Whilst I am far from being a ‘die in a ditch’ creative warrior, I found the general lack of any sense of caring for the creative product difficult. All anyone seemed to care about was how to extract as much money as possible out of the whole process. Moscow seemed to be a city totally in thrall to Mammon. All anyone really cared about was money.
The only person who seemed different (apart from a few ex-pat buddies who struggled valiantly to do good work) was a driver who’d grown up during Soviet times and was a little wistful for an age when everyone was guaranteed a place to live, a job, an education and healthcare— no matter how substandard those things were— and bemoaned the current age when life seemed a permanent struggle and a sense of security and community had been replaced by a yearning need.
What had changed? Why had an entire country performed a profound volte face? He explained that since the fall of the Soviet Union the country had been sold off to an elite handful of oligarchs who, in league with the country’s administration, had absolute control over its vast material resources.
Some of this wealth ended up in a brand spanking new Russian Middle Class. But most of it found a happy home in the West where, of course, Mammon worship was in full effect, and had been since the Thatcher and Reagan years.
Perhaps it’s no coincidence that those years coincided with the fall of the Soviet Union, which, malign as it was in many ways, acted as a kind of balance on the West: the fact that everyone there had a place to live, a job, enough to eat, healthcare and an education meant that western administrations felt obliged to make sure their citizens had the same.
But when the Berlin Wall fell all bets were off, that uneasy balance was lost— and replaced by a fierce venality which Russia, ironically, became the poster boy for. And everyone— from Moscow to Manhattan— seemed enamored with the new President: Mr Putin.
For a long while, as oil prices firmed and the place was awash with money, things seemed to work and Russia seemed to thrive. But as oil prices started a secular decline, Russia followed it. This was exacerbated by sanctions imposed by the West on Russia after the annexation of Crimea and Georgia and— coupled with corruption, lack of internal investment, an aging demographic, and an increasingly autocratic administration— the country became increasingly desperate.
But Mr Putin had a plan: crush dissent at home, undermine democracy in the West, and procure a friend in the White House who could be persuaded to undermine NATO so that, when Ukraine was invaded, no one would go to its aid.

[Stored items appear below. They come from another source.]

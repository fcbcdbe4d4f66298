"""Results built from real core objects, shared by the outputs tests.

The inputs (band table, measurements, scenarios) are invented; every
expected value in the outputs tests is computed in the test from an outside
reference (scipy, closed forms) or read back from the results object that
the output must reproduce exactly.
"""

from __future__ import annotations

import dataclasses

import numpy as np
import pytest
from reference_integrals import expect_over
from scipy import stats

from doseattr.analysis.assemble import curve_section, exposure_section
from doseattr.analysis.config import analysis_from_dict
from doseattr.analysis.pipeline import run_inputs
from doseattr.core.attribution.categorical import categorical_comparison
from doseattr.core.attribution.contribution import burden_density
from doseattr.core.attribution.fractions import paf, pif
from doseattr.core.attribution.scenarios import Cap, ReduceBy, Scale
from doseattr.core.curves.covariance import greenland_longnecker, var_log_rr_from_ci
from doseattr.core.curves.fit import fit_curve
from doseattr.core.curves.loglinear import LogLinear
from doseattr.core.exposure.fit import fit_measurements
from doseattr.results import AttributionSection, BandTable, Estimate, Results, ScenarioResult

UNIT = "ug/m3"
# Invented study bands (inputs only).
LOWER = np.array([0.0, 5.0, 10.0, 20.0])
UPPER = np.array([5.0, 10.0, 20.0, np.inf])
DOSE = np.array([2.5, 7.5, 15.0, 25.0])
RR = np.array([1.0, 1.3, 1.6, 2.4])
CI_LO = np.array([np.nan, 1.0, 1.2, 1.6])
CI_HI = np.array([np.nan, 1.7, 2.1, 3.6])
CASES = np.array([100.0, 80.0, 70.0, 50.0])
CONTROLS = np.array([300.0, 200.0, 150.0, 80.0])
MINIMUM_RISK = 2.5
UNEXPOSED = 0.05
LIMIT = 2.0
SCENARIO_NAMES = ("Cap at 15 <limit> & more", "Halve \"all\"", "Lower by 3")


def make_curve():
    var = var_log_rr_from_ci(RR[1:], CI_LO[1:], CI_HI[1:])
    cov = greenland_longnecker(RR, np.r_[0.0, var], CASES, CONTROLS, design="case-control", ref=0)
    return fit_curve(LogLinear(reference_dose=DOSE[0]), DOSE[1:], np.log(RR[1:]), cov,
                     max_dose=float(DOSE[-1]))


def make_exposure(censored: bool = True):
    rng = np.random.default_rng(20240611)
    values = np.exp(rng.normal(np.log(6.0), np.log(2.0), 80))
    detected = values > LIMIT if censored else np.ones(values.size, bool)
    values = np.where(detected, values, LIMIT)
    weights = rng.uniform(0.5, 2.0, values.size)
    ex = fit_measurements("lognormal", values, detected=detected, weights=weights)
    return dataclasses.replace(ex, unexposed=UNEXPOSED)


def make_analysis(title: str):
    """A real Analysis for the title, unit and settings the Results reads
    (built from a dict without files; the numbers in it are not used)."""
    return analysis_from_dict({
        "title": title, "unit": UNIT,
        "curve": {"model": "log-linear", "rr": 1.1, "per": 10.0},
        "exposure": {"family": "lognormal", "gm": 6.0, "gsd": 2.0},
        "attribution": {"minimum_risk": MINIMUM_RISK}})


def make_results(*, title: str = "Test <analysis> & co", warnings=("Fit <warning> one",),
                 cautions=("Causal only if unconfounded <caution>.",
                           "Miettinen's case-based formula for adjusted RRs."),
                 censored: bool = True) -> Results:
    curve, exposure, m = make_curve(), make_exposure(censored), MINIMUM_RISK
    kinds = (Cap(15.0), Scale(0.5), ReduceBy(3.0))
    scenarios = tuple(ScenarioResult(name, s.kind, s.value, Estimate(pif(curve, exposure, s, minimum_risk=m)))
                      for name, s in zip(SCENARIO_NAMES, kinds))
    bands = BandTable(LOWER, UPPER, DOSE, RR, CI_LO, CI_HI, np.array([True, False, False, False]),
                      ("given",) * 4)
    analysis = make_analysis(title)
    attribution = AttributionSection(Estimate(paf(curve, exposure, minimum_risk=m)), m, None,
                                     scenarios, burden_density(curve, exposure, m))
    return Results(
        title=analysis.title, unit=analysis.unit,
        curve_section=curve_section(curve, exposure, bands, (), ()),
        exposure_section=exposure_section(curve, exposure, comparison=(), substitution=(),
                                          worker_totals=None, parametric=()),
        attribution=attribution,
        categorical=categorical_comparison(curve, exposure, minimum_risk=m,
                                           cutpoints=UPPER[:-1], reported_rr=RR),
        warnings=tuple(warnings), cautions=tuple(cautions), inputs=run_inputs(analysis))


def quad_paf(results: Results) -> float:
    r"""PAF by scipy.integrate.quad, the outside reference.

    With a log-linear curve held flat beyond ``max_dose`` = M and minimum
    risk m: RR_m(x) = exp(b (min(max(x, m), M) - m)); E[RR_m(X)] =
    u + (1 - u) \int RR_m(x) f(x) dx with f the lognormal density
    (scipy.stats.lognorm(s=ln GSD, scale=GM)); PAF = 1 - 1/E.
    """
    c, ex, m = results.curve, results.exposure, results.minimum_risk
    b, top = float(c.coef[0]), float(c.max_dose)
    gm, gsd = ex.parameters["gm"], ex.parameters["gsd"]
    f = stats.lognorm(s=np.log(gsd), scale=gm)

    def rr_m(x):
        return np.exp(b * (min(max(x, m), top) - m))

    body = expect_over(rr_m, f, (m, top), epsrel=1e-12, limit=200)
    e = ex.unexposed + (1 - ex.unexposed) * body
    return 1 - 1 / e


@pytest.fixture(scope="module")
def results() -> Results:
    return make_results()


def test_case_paf_matches_scipy_quad(results):
    """The shared case is a real analysis: its PAF agrees with
    scipy.integrate.quad (reference library), so outputs are tested on
    numbers that are right."""
    assert results.paf.estimate == pytest.approx(quad_paf(results), rel=1e-8, abs=0)
    assert 0.0 < results.paf.estimate < 1.0
    assert results.exposure.fit.censored > 0  # the plots must show non-detects


# -- results from the real pipeline (issues 3 to 5) ---------------------------
# Invented inputs only: a study table with counts, measurements with
# non-detects, strata. Every expected value in the tests that use them is read
# from the results object or computed from an outside reference.
STUDY = """\
lower,upper,rr,ci_lower,ci_upper,cases,controls
0,10,1,,,120,480
10,20,1.18,0.85,1.64,95,310
20,40,1.42,1.01,2.00,88,220
40,80,1.85,1.22,2.80,54,105
80,,2.40,1.39,4.13,30,45
"""

#: Risk that jumps in the first exposed band and then stays level: a
#: log-linear model through the reference band cannot follow it.
STEP_STUDY = """\
lower,upper,rr,ci_lower,ci_upper,cases,controls
0,5,1,,,200,800
5,10,2.00,1.70,2.35,180,360
10,20,2.05,1.75,2.40,175,340
20,40,2.10,1.78,2.48,160,305
40,,2.15,1.80,2.57,120,225
"""

STRATA = """\
stratum,cases,population,gm,gsd
North,420,52000,,
South <b>,310,48000,14,2.3
East & hills,150,21000,8,1.9
"""

STRATA_2 = """\
stratum,cases
North,60
South <b>,45
East & hills,20
"""


def measurements_csv(n: int = 60, limit: float = 3.0, seed: int = 11) -> str:
    """Lognormal values (GM 10, GSD 2.2) with weights; values below
    ``limit`` written as non-detects ``<limit``."""
    rng = np.random.default_rng(seed)
    values = np.exp(rng.normal(np.log(10.0), np.log(2.2), n))
    weights = rng.integers(1, 6, n)
    cells = [f"<{limit:g}" if v < limit else f"{v:.3f}" for v in values]
    return "value,weight\n" + "".join(f"{c},{w}\n" for c, w in zip(cells, weights))


def run_pipeline(folder, settings: dict, files: dict[str, str]) -> Results:
    """Write ``files`` into ``folder`` and run ``settings`` (shaped like
    the analysis file) through the real pipeline."""
    from doseattr.analysis.pipeline import run_analysis

    folder.mkdir(parents=True, exist_ok=True)
    for name, text in files.items():
        (folder / name).write_text(text, encoding="utf-8")
    return run_analysis(analysis_from_dict(settings, base_dir=folder))


def html_tables(html: str) -> list[tuple[str, list[str], list[list[str]]]]:
    """Every ``<table>`` of a page as ``(caption, header, rows)`` of cell
    text (entities decoded), read with the standard library's parser; the
    header is the row inside ``<thead>``."""
    from html.parser import HTMLParser

    class Tables(HTMLParser):
        def __init__(self) -> None:
            super().__init__(convert_charrefs=True)
            self.found: list[list] = []
            self.text: list[str] | None = None
            self.row: list[str] | None = None
            self.in_head = False

        def handle_starttag(self, tag, attrs):
            if tag == "table":
                self.found.append(["", [], []])
            elif tag == "thead":
                self.in_head = True
            elif tag == "tbody":
                self.in_head = False
            elif tag == "tr":
                self.row = []
            elif tag in ("td", "th", "caption"):
                self.text = []

        def handle_endtag(self, tag):
            if tag == "caption":
                self.found[-1][0] = "".join(self.text)
            elif tag in ("td", "th"):
                self.row.append("".join(self.text))
            elif tag == "tr":
                if self.in_head:
                    self.found[-1][1] = self.row
                else:
                    self.found[-1][2].append(self.row)
            if tag in ("td", "th", "caption"):
                self.text = None

        def handle_data(self, data):
            if self.text is not None:
                self.text.append(data)

    parser = Tables()
    parser.feed(html)
    return [(c, h, r) for c, h, r in parser.found]


def table_with(html: str, caption_part: str) -> tuple[list[str], list[list[str]]]:
    """Header and rows of the one table whose caption contains ``caption_part``."""
    found = [(h, r) for c, h, r in html_tables(html) if caption_part in c]
    assert len(found) == 1, (caption_part, [c for c, _, _ in html_tables(html)])
    return found[0]
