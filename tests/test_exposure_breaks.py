"""Breakpoints in t = ln x: coverage of f and of RR(x) f(x), and divergence.

Coverage is measured with scipy.stats (tail probabilities) and
scipy.integrate.quad (tail mass of x^b f or e^(cx) f); full moments use
closed forms derived in the docstrings.
"""

import numpy as np
import pytest
from scipy import integrate, stats
from scipy.special import gammaln, roots_legendre

from doseattr.core.curves.base import Growth
from doseattr.core.exposure import FAMILIES
from doseattr.errors import DivergenceError


def reference(name, params):
    a, b = params
    if name == "lognormal":
        return stats.lognorm(s=np.log(b), scale=a)
    if name == "gamma":
        return stats.gamma(a=a, scale=b)
    return stats.weibull_min(c=a, scale=b)


COVER = [("lognormal", (2.0, 1.05)), ("lognormal", (5.0, 2.5)), ("lognormal", (0.1, 8.0)),
         ("gamma", (0.05, 2.0)), ("gamma", (0.3, 1.0)), ("gamma", (1.0, 5.0)), ("gamma", (40.0, 0.2)),
         ("gamma", (800.0, 1.0)), ("weibull", (0.3, 1.0)), ("weibull", (1.0, 3.0)), ("weibull", (8.0, 2.0))]


def power(b):
    return Growth("power", np.asarray(b, dtype=float))


def exp_growth(c):
    return Growth("exp", np.asarray(c, dtype=float))


@pytest.mark.parametrize("name,params", COVER)
def test_log_breaks_cover_the_distribution(name, params):
    """Source: scipy.stats cdf/sf at the outer breakpoints (< 1e-15 outside)."""
    t = FAMILIES[name].log_breaks(np.array(params))
    ref = reference(name, params)
    assert t.shape == (13,) and np.all(np.diff(t) > 0) and np.all(np.isfinite(t))
    assert ref.cdf(np.exp(t[0])) < 1e-15
    assert ref.sf(np.exp(t[-1])) < 1e-15
    # the breaks are not wastefully wide: the outer ones sit in the far tails, not beyond 1e-40
    assert ref.sf(np.exp(t[-1])) > 1e-40


@pytest.mark.parametrize("name", list(FAMILIES))
def test_log_breaks_rectangular_over_draws(name):
    """Source: the same call row by row (one shape per row, K fixed)."""
    fam = FAMILIES[name]
    params = np.array([[1.5, 2.0], [3.0, 1.7], [1.5, 5.0]])
    got = fam.log_breaks(params)
    assert got.shape == (3, 13)
    for row, p in zip(got, params):
        np.testing.assert_allclose(row, fam.log_breaks(p), rtol=1e-13)


def power_moment(name, params, b):
    """E[X^b] in closed form: lognormal exp(b mu + b^2 s^2 / 2) (normal mgf of
    ln X); gamma scale^b Gamma(k + b)/Gamma(k); Weibull scale^b Gamma(1 + b/k)
    (substitute E = (x/scale)^k, standard exponential)."""
    a, c = params
    if name == "lognormal":
        return np.exp(b * np.log(a) + 0.5 * (b * np.log(c)) ** 2)
    if name == "gamma":
        return c ** b * np.exp(gammaln(a + b) - gammaln(a))
    return c ** b * np.exp(gammaln(1 + b / a))


POWER = [("lognormal", (2.0, 3.0), 1.0), ("lognormal", (2.0, 3.0), 4.0), ("gamma", (0.5, 2.0), 2.0),
         ("gamma", (3.0, 1.0), 6.0), ("weibull", (0.6, 2.0), 1.5), ("weibull", (2.0, 1.0), 5.0)]


def tail_mass_log_scale(log_integrand_x, t0):
    """quad over t = ln x in [t0, t0 + 40] of exp(log g(e^t) + t): g's mass
    beyond e^t0 (for the cases here, whose tails fall at least exponentially
    in x, nothing measurable lies beyond e^(t0 + 40))."""
    return integrate.quad(lambda t: np.exp(log_integrand_x(np.exp(t)) + t), t0, t0 + 40.0,
                          epsabs=0, epsrel=1e-8, limit=400)[0]


@pytest.mark.parametrize("name,params,b", POWER)
def test_power_tilt_covers_x_to_the_b_times_f(name, params, b):
    """Source: scipy.integrate.quad (on the log scale) of x^b f(x), f from
    scipy.stats logpdf, beyond the last tilted break, relative to E[X^b]
    (closed form above)."""
    fam, ref = FAMILIES[name], reference(name, params)
    t = fam.tilted_log_breaks(np.array(params), power(b))
    own = fam.log_breaks(np.array(params))
    assert t.shape[0] > own.shape[0] and np.all(np.diff(t) >= 0) and np.all(np.isin(own, t))
    tail = tail_mass_log_scale(lambda x: b * np.log(x) + ref.logpdf(x), t[-1])
    assert tail / power_moment(name, params, b) < 1e-14


@pytest.mark.parametrize("name,params,b", [("lognormal", (2.0, 3.0), 4.0), ("gamma", (3.0, 1.0), 6.0),
                                           ("weibull", (0.6, 2.0), 3.0)])
def test_untilted_breaks_would_not_cover_a_steep_power(name, params, b):
    """Source: as above; shows the tilt is needed (the test above can fail)."""
    fam, ref = FAMILIES[name], reference(name, params)
    top = fam.log_breaks(np.array(params))[-1]
    tail = tail_mass_log_scale(lambda x: b * np.log(x) + ref.logpdf(x), top)
    assert tail / power_moment(name, params, b) > 1e-12


def gauss_on_breaks(t, log_integrand, nodes=20):
    """Fixed-node Gauss-Legendre on each panel between breakpoints (scipy roots)."""
    z, w = roots_legendre(nodes)
    a, b = t[:-1, None], t[1:, None]
    tt = 0.5 * (b - a) * z + 0.5 * (a + b)
    return float(np.sum(0.5 * (b - a) * w * np.exp(log_integrand(tt))))


@pytest.mark.parametrize("name,params,b", POWER)
def test_fixed_nodes_on_tilted_breaks_reproduce_the_moment(name, params, b):
    """Source: closed-form E[X^b] (power_moment docstring); 20-point
    Gauss-Legendre (scipy.special.roots_legendre) per panel between breaks."""
    fam = FAMILIES[name]
    p = np.array(params)
    t = fam.tilted_log_breaks(p, power(b))
    got = gauss_on_breaks(t, lambda tt: b * tt + fam.log_density_log(tt.ravel(), p).reshape(tt.shape))
    np.testing.assert_allclose(got, power_moment(name, params, b), rtol=1e-8)


def test_gamma_exponential_tilt_reproduces_the_mgf():
    """Source: the gamma moment generating function E[e^(cX)] = (1 - c scale)^(-shape)
    for c scale < 1 (e.g. Johnson, Kotz & Balakrishnan 1994, ch. 17), with
    20-point Gauss-Legendre per panel."""
    fam = FAMILIES["gamma"]
    for k, theta, c in [(2.0, 1.5, 0.6), (0.7, 3.0, 0.3), (5.0, 1.0, 0.95)]:
        p = np.array([k, theta])
        t = fam.tilted_log_breaks(p, exp_growth(c))
        got = gauss_on_breaks(t, lambda tt, c=c, p=p: c * np.exp(tt) + fam.log_density_log(tt.ravel(), p).reshape(tt.shape))
        np.testing.assert_allclose(got, (1 - c * theta) ** (-k), rtol=1e-8)


@pytest.mark.parametrize("k,lam,c", [(1.5, 2.0, 0.8), (3.0, 5.0, 2.0), (1.1, 1.0, 0.5), (2.0, 10.0, 1.0)])
def test_weibull_exponential_tilt_covers_the_mass(k, lam, c):
    """Source: scipy.integrate.quad of e^(cx) f(x) (scipy.stats weibull_min pdf
    in log form): tail beyond the last break < 1e-14 of the total, and the
    fixed-node integral over the breaks equals quad's total."""
    fam, ref = FAMILIES["weibull"], stats.weibull_min(c=k, scale=lam)
    p = np.array([k, lam])
    t = fam.tilted_log_breaks(p, exp_growth(c))

    def integrand(x):
        return np.exp(c * x + ref.logpdf(x))

    mode = np.exp(t[len(t) // 2])
    total = sum(integrate.quad(integrand, lo, hi, epsabs=0, epsrel=1e-12, limit=200)[0]
                for lo, hi in [(0, mode), (mode, np.exp(t[-1])), (np.exp(t[-1]), np.inf)])
    tail = integrate.quad(integrand, np.exp(t[-1]), np.inf, epsabs=0, epsrel=1e-8)[0]
    assert tail / total < 1e-14
    got = gauss_on_breaks(t, lambda tt: c * np.exp(tt) + fam.log_density_log(tt.ravel(), p).reshape(tt.shape))
    np.testing.assert_allclose(got, total, rtol=1e-8)


def test_weibull_shape_one_is_the_exponential_case():
    """Source: exponential mgf E[e^(cX)] = 1/(1 - c scale), c scale < 1."""
    fam = FAMILIES["weibull"]
    p = np.array([1.0, 2.0])
    t = fam.tilted_log_breaks(p, exp_growth(0.4))
    got = gauss_on_breaks(t, lambda tt: 0.4 * np.exp(tt) + fam.log_density_log(tt.ravel(), p).reshape(tt.shape))
    np.testing.assert_allclose(got, 1 / (1 - 0.8), rtol=1e-8)


def test_per_draw_rates_and_no_tilt_for_non_positive_rates():
    """Source: the tilt rules (rate <= 0 means no tilt) applied row by row."""
    fam = FAMILIES["lognormal"]
    params = np.array([[2.0, 2.0], [3.0, 1.5]])
    t = fam.tilted_log_breaks(params, power([0.0, 2.0]))
    own = fam.log_breaks(params)
    extra = t.shape[1] - own.shape[1]
    assert extra > 0
    # the untilted draw only repeats its top breakpoint (empty panels)
    np.testing.assert_allclose(t[0], np.sort(np.concatenate([own[0], np.repeat(own[0, -1], extra)])),
                               rtol=1e-14)
    np.testing.assert_allclose(t[1], fam.tilted_log_breaks(params[1], power(2.0)), rtol=1e-14)
    single = fam.tilted_log_breaks(params[0], power([-1.0, 1.0]))
    assert single.shape[0] == 2 and np.all(np.diff(single, axis=1) >= 0)
    np.testing.assert_allclose(single[0, :own.shape[1]], own[0], rtol=1e-14)
    np.testing.assert_allclose(fam.tilted_log_breaks(params, exp_growth([0.0, -0.2])), own)
    np.testing.assert_allclose(fam.tilted_log_breaks(params, Growth.bounded()), own)


@pytest.mark.parametrize("name,params,rate,match", [
    ("lognormal", [[2.0, 2.0], [2.0, 2.0]], [0.0, 0.1], r"moment generating function diverges \(in 1 of 2 draws\)"),
    ("gamma", [3.0, 2.0], 0.5, "slope x scale >= 1"),
    ("weibull", [0.8, 2.0], 0.01, "shape < 1"),
    ("weibull", [1.0, 2.0], 0.5, "slope x scale >= 1"),
    ("weibull", [1.05, 10.0], 5.0, "beyond floating-point range"),
])
def test_divergence_is_refused_with_the_reason(name, params, rate, match):
    """Source: closed forms: the lognormal mgf is infinite for any positive
    argument; the gamma mgf (1 - c scale)^-k needs c scale < 1; for a Weibull
    with shape < 1, c x - (x/scale)^k -> +inf; for shape 1 it is the
    exponential mgf; for shape just above 1 and c scale >> 1 the maximum of
    c x - (x/scale)^k is about c x* (1 - 1/k) with x* = scale (c scale/k)^(1/(k-1)),
    here far above 700."""
    with pytest.raises(DivergenceError, match=match) as err:
        FAMILIES[name].tilted_log_breaks(np.array(params), exp_growth(rate))
    assert "maximum dose" in str(err.value)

It would be a walkover, and Russia would be saved by an enlarged territory, deep water ports, 45 million extra citizens, vast new resources, and a buffer zone between itself and the unfriendly end of Europe.
The plan seemed to be working very, very well until July 2019 and a call between US President Donald Trump and Ukraine President Volodymyr Zelenskyy. During this call Mr Trump threatened to withhold $400 million in military aid from Ukraine unless President Zelenskyy agreed to go after Joe Biden.
Zelenskyy refused and the aid was not forthcoming. And maybe, just maybe, this had a material impact on Mr Biden getting elected…. and thank God, because look at where we are.
The invasion went ahead, but hasn’t gone according to plan-- largely because of the bravery of the Ukrainians, the leadership of President Zelenskyy, and the galvanizing effect that this has had on the West and the rest of the world.
Things undoubtedly would’ve been very, very different if Trump had been reelected.
It’s my belief that Ukraine will prevail and that this is the end of the road for a brutal dictator and a renewed confidence in free institutions, solidarity, and the things that no amount of money can buy.
And what is happening now might signify the first major cracks appearing in the world’s overwhelming obsession with Mammon.
I believe that President Zelenskyy is central to this because a man that has no price is literally priceless; he cannot—as he showed during his conversation with Trump-- be bought.
Maybe this is why this moment is being embraced by so many. The uneasy feeling we have all had for so long is being replaced by an ancient stirring; that some things are priceless and impossible to commodify.
I believe President Zelenskyy will come to be seen as a very major figure in the 21st century.
The man who helped the world relocate its moral center.